Tuesday, August 04, 2009

Putting Bangalore’s record straight

Putting Bangalore’s record straight



Ravi S JoshiFirst Published : 03 Aug 2009 08:00:21 AM ISTLast Updated : 03 Aug 2009 11:56:05 AM IST
BANGALORE: Reading the papers these days has me in splits.
After a couple of accidents, in quick succession, at an under-construction line of the Delhi Metro, questions are being raised – by newspapers — about the safety of the Bangalore Metro since it follows the same model.
It’s not that accidents during construction are anything new. London Metro has had to contend with it when a tunnel collapsed on the Heathrow high-speed line.

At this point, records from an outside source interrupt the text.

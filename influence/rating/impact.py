"""Dynamic load allowance for rating: LRFR IM and the LFR/ASR impact fraction I.

LRFR: IM = 33 % on the vehicle, not the lane load (AASHTO LRFD Table 3.6.2.1-1, confirmed).
For legal and permit loads on spans of 40 ft or more the MBE allows 20 % where the riding
surface has minor deviations and 10 % where it is smooth, approaches and joints included (MBE
Table C6A.4.4.3-1, from memory, unconfirmed); for an escorted permit crossing at 10 mph or less
it may be neglected (MBE 6A.4.5.5, from memory, unconfirmed).

LFR and ASR: I = 50/(L + 125) <= 0.30, L the loaded length in ft (AASHTO Standard
Specifications 3.8.2.1: the 0.30 cap confirmed, the formula from memory, unconfirmed). A model
in metres is converted to feet first.

Example:
    >>> lfr_impact(50.0, "kip-ft").fraction             # 50 / 175
    0.285714285714
    >>> lfr_impact(10.0, "kN-m").fraction               # 32.8 ft: the cap governs
    0.3
    >>> lrfr_impact("legal", 60.0, "kip-ft", surface="smooth riding surface").fraction
    0.1
    >>> lrfr_impact("legal", 30.0, "kip-ft", surface="smooth riding surface").fraction
    0.33
"""

from __future__ import annotations

from dataclasses import dataclass

from influence.errors import ModelError
from influence.rating.tables import FACTORS_FILE, data_file
from vehicles.units import M_PER_FT as FOOT
from vehicles.units import SYSTEMS

UNIT_SYSTEMS = tuple(SYSTEMS)
SURFACES = ("standard", "minor surface deviations", "smooth riding surface")


@dataclass(frozen=True)
class ImpactAllowance:
    """A dynamic load allowance and why.

    Attributes:
        fraction: IM or I as a fraction of the vehicle's static effect [-].
        basis: the rule applied, in words.
        mark: clause and confidence.
    """

    fraction: float
    basis: str
    mark: str


def span_in_feet(length: float, units: str) -> float:
    """A length of a model in ``units`` ("kN-m" or "kip-ft") in feet [ft].

    Raises:
        ModelError: for another unit system.
    """
    if units not in UNIT_SYSTEMS:
        raise ModelError(f"units {units!r} are not known", item="units",
                         fix="use " + " or ".join(f'"{u}"' for u in UNIT_SYSTEMS))
    return length / FOOT if units == "kN-m" else length


def _positive_span(length: float) -> None:
    if not length > 0.0:
        raise ModelError(f"span length {length!r}", item="span",
                         fix="give the loaded span length, greater than 0")


def lfr_impact(span_length: float, units: str) -> ImpactAllowance:
    """I = 50/(L + 125) <= 0.30 with L in ft (AASHTO Standard Specifications 3.8.2.1).

    Args:
        span_length: loaded length L [length of ``units``].
        units: "kip-ft" or "kN-m".
    """
    _positive_span(span_length)
    rule = data_file(FACTORS_FILE)["impact"]["lfr"]
    feet = span_in_feet(span_length, units)
    formula = rule["numerator_ft"] / (feet + rule["offset_ft"])
    capped = formula > rule["cap"]
    fraction = rule["cap"] if capped else formula
    basis = (f"50/({feet:.4g} ft + 125) = {formula:.4f}"
             + (f", capped at {rule['cap']:g}" if capped else ""))
    return ImpactAllowance(round(fraction, 12), basis, rule["mark"])


def lrfr_impact(level: str, span_length: float, units: str, *, surface: str = "standard",
                escorted_crawl: bool = False) -> ImpactAllowance:
    """IM for an LRFR rating level.

    Args:
        level: "design inventory", "design operating", "legal" or "permit".
        span_length: span length [length of ``units``]; reductions need 40 ft or more.
        units: "kip-ft" or "kN-m".
        surface: "standard", "minor surface deviations" or "smooth riding surface".
        escorted_crawl: an escorted permit crossing at 10 mph or less (IM neglected).

    Raises:
        ModelError: for an unknown surface, a reduction asked for at a design level, or a
            crawl crossing asked for at another level than "permit".
    """
    _positive_span(span_length)
    rule = data_file(FACTORS_FILE)["impact"]["lrfr"]
    if surface not in SURFACES:
        raise ModelError(f"unknown riding surface {surface!r}", item="rating.surface",
                         fix="use one of: " + ", ".join(f'"{s}"' for s in SURFACES))
    if level.startswith("design") and (surface != "standard" or escorted_crawl):
        raise ModelError(f"IM is 33 % at the {level} level", item="rating.surface",
                         fix="reductions apply to legal and permit loads only")
    if escorted_crawl:
        if level != "permit":
            raise ModelError("a crawl crossing is an escorted permit rule",
                             item="rating.escorted_crawl", fix="use it at the permit level only")
        return ImpactAllowance(float(rule["escorted_crawl"]), "escorted permit at 10 mph or less",
                               rule["escorted_crawl_mark"])
    if surface == "standard":
        return ImpactAllowance(float(rule["standard"]), "33 % on the vehicle",
                               rule["standard_mark"])
    feet = span_in_feet(span_length, units)
    if feet < rule["reduced_minimum_span_ft"]:
        return ImpactAllowance(float(rule["standard"]),
                               f"span {feet:.4g} ft under 40 ft: no reduction",
                               rule["reduced_mark"])
    return ImpactAllowance(float(rule["reduced"][surface]), f"{surface}, span {feet:.4g} ft",
                           rule["reduced_mark"])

Similarly, a tunnel collapsed in Singapore during the construction for the MRT line, claiming four lives. During a press conference after the accidents, Delhi Metro chief E Sreedharan had this to say: “The DMRC accident rate is still very low as compared to international standards as Singapore has 1.1 accidents per million man-hours, London Underground has 0.32 accidents and Delhi Metro Phase-II has 0.4 accidents.” That was reassuring.

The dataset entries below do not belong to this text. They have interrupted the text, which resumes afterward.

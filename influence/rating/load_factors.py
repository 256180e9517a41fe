"""Limit states and load factors: LRFR (MBE Table 6A.4.2.2-1) and the LFR/ASR factors A1, A2.

LRFR rates each bridge material at four levels: "design inventory" and "design operating"
(HL-93), "legal" (legal vehicles) and "permit". Each level has its limit states, each with a
dead-load factor for components (gDC) and wearing surface (gDW) and a live-load factor gL; for
legal and permit loads gL comes from the ADTT tables (:mod:`influence.rating.live_factors`).
The values are recalled from the MBE (from memory, unconfirmed; the mark travels with each row).

LFR and ASR (MBE Part B) rate at "inventory" and "operating" with RF = (C - A1 D)/(A2 L (1 + I)).

Example:
    >>> [row.limit_state for row in limit_states("steel", "legal")]
    ['Strength I', 'Service II']
    >>> row = limit_state_factors("prestressed concrete", "design inventory", "Service III")
    >>> row.live, row.capacity, row.optional
    (0.8, 'service', False)
    >>> limit_state_factors("steel", "design inventory", "Strength I",
    ...                     overlay_measured=True).dead_wearing
    1.25
    >>> allowable_factors("LFR", "inventory").live
    2.17
"""

from __future__ import annotations

from dataclasses import dataclass
from typing import Any

from influence.errors import ModelError
from influence.rating.tables import FACTORS_FILE, data_file

MATERIALS = ("steel", "reinforced concrete", "prestressed concrete", "wood")
LRFR_LEVELS = ("design inventory", "design operating", "legal", "permit")
ALLOWABLE_LEVELS = ("inventory", "operating")
METHODS = ("LRFR", "LFR", "ASR")
LIVE_TABLES = ("legal table", "permit table")


@dataclass(frozen=True)
class LimitStateFactors:
    """One row of MBE Table 6A.4.2.2-1 at one rating level.

    Attributes:
        material: bridge material ("steel", "reinforced concrete", ...).
        level: rating level ("design inventory", "design operating", "legal", "permit").
        limit_state: "Strength I", "Service II", ...
        capacity: "strength" (C = phi_c phi_s phi Rn) or "service" (C = f_R).
        dead_components: gDC [-].
        dead_wearing: gDW [-].
        live: gL [-], or None when it comes from the legal or permit table.
        live_table: "legal table" or "permit table" when ``live`` is None, else "".
        optional: whether the check is optional at this level.
        mark: clause and confidence.
    """

    material: str
    level: str
    limit_state: str
    capacity: str
    dead_components: float
    dead_wearing: float
    live: float | None
    live_table: str
    optional: bool
    mark: str


@dataclass(frozen=True)
class AllowableFactors:
    """LFR or ASR factors: RF = (C - A1 D) / (A2 L (1 + I)).

    Attributes:
        method: "LFR" or "ASR".
        level: "inventory" or "operating".
        dead: A1 [-].
        live: A2 [-].
        mark: clause and confidence.
    """

    method: str
    level: str
    dead: float
    live: float
    mark: str


def _choice(value: str, allowed: tuple[str, ...], what: str, source: str, item: str) -> str:
    if value not in allowed:
        raise ModelError(f"unknown {what} {value!r}", source=source, item=item,
                         fix="use one of: " + ", ".join(f'"{a}"' for a in allowed))
    return value


def _row_at(row: dict[str, Any], level: str, overlay_measured: bool) -> LimitStateFactors:
    live = row["live"][level]
    wearing = row.get("dw_measured", row["dw"]) if overlay_measured else row["dw"]
    return LimitStateFactors(
        material=row["material"], level=level, limit_state=row["name"],
        capacity=row["capacity"], dead_components=float(row["dc"]),
        dead_wearing=float(wearing),
        live=None if isinstance(live, str) else float(live),
        live_table=live if isinstance(live, str) else "",
        optional=level in row["optional"], mark=row["mark"],
    )


def limit_states(material: str, level: str, *, overlay_measured: bool = False,
                 source: str = "") -> tuple[LimitStateFactors, ...]:
    """Every LRFR limit state of a material at a rating level, required ones first.

    Args:
        material: one of MATERIALS.
        level: one of LRFR_LEVELS.
        overlay_measured: the wearing surface was measured in the field (gDW = 1.25 at the
            strength limit states, MBE 6A.4.2.2, from memory, unconfirmed).
        source: file named in errors.

    Raises:
        ModelError: for an unknown material or level.
    """
    _choice(material, MATERIALS, "material", source, "material")
    _choice(level, LRFR_LEVELS, "rating level", source, "level")
    rows = [_row_at(row, level, overlay_measured) for row in data_file(FACTORS_FILE)["limit_state"]
            if row["material"] == material and level in row["live"]]
    return tuple(sorted(rows, key=lambda r: r.optional))


def limit_state_factors(material: str, level: str, limit_state: str, *,
                        overlay_measured: bool = False, source: str = "") -> LimitStateFactors:
    """The factors of one LRFR limit state; an error if the MBE does not check it at that level.

    Raises:
        ModelError: for an unknown material or level, or a limit state not rated there.
    """
    rows = limit_states(material, level, overlay_measured=overlay_measured, source=source)
    names = tuple(row.limit_state for row in rows)
    _choice(limit_state, names, f"limit state for {material} at the {level} level", source,
            "limit_states")
    return rows[names.index(limit_state)]


def allowable_factors(method: str, level: str, source: str = "") -> AllowableFactors:
    """A1 and A2 of the LFR or ASR rating equation (MBE 6B.4.1, from memory, unconfirmed).

    Raises:
        ModelError: for a method other than LFR and ASR, or an unknown level.
    """
    _choice(method, METHODS[1:], "method with A1/A2 factors", source, "method")
    _choice(level, ALLOWABLE_LEVELS, "rating level", source, "level")
    row = next(r for r in data_file(FACTORS_FILE)["allowable_method"] if r["method"] == method)
    return AllowableFactors(method, level, float(row["dead"]), float(row["live"][level]),
                            row["mark"])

But it’s the news reports that give me the laughs. Gammon India, the contractor handling the stretch where part of the elevated track came crashing down, is handling work for the Bangalore Metro as well. And this is the same company that did not follow standard operating procedure in Hyderabad thereby killing two persons when pre-cast blocks for a flyover collapsed in September 2007.
You don’t find that funny? Allow me to elaborate.
Grave as the situation may be, the Bangalore Metro follow- ups do not merit front page treatment. After all, we live in a city that needs a traffic cop to man traffic on a flyover. The authorities call it the Richmond Circle flyover.
I call it Edward Scissorhands.
Where else in the world have you seen a flyover where traffic has to move in to the right lane from the left and vice-versa? There is a flyover in Chennai where you have to take a very sharp left to avoid falling off the bridge, but even that doesn’t come close to what our engineers in Bangalore have built.
What do come close to the monstrosity in Chennai are our tragic boxes (the authorities call them magic boxes).
You must sample the one near Windsor Manor. The underpass gives you a sense of the proverbial “elephant passing through the eye of the needle”. And the moment you emerge out of it, you have to take a sharp right and floor the gas pedal on a crude cement surface that some like to call a “road”. Stay on that road some more and you get to the Cauvery Junction.
T J S George wrote a beautiful and sarcastic piece about that “straight road” that becomes a U-turn there some weeks back in the Express.
You should read it to understand what I’m trying to say.
If Bangalore has so far survived bad planning and engineering in terms of Scissorhands and Tragic Boxes, I’m sure it will also take cracks in Metro pillars in its stride.
After all, we live by a code: swalpa adjust maadi.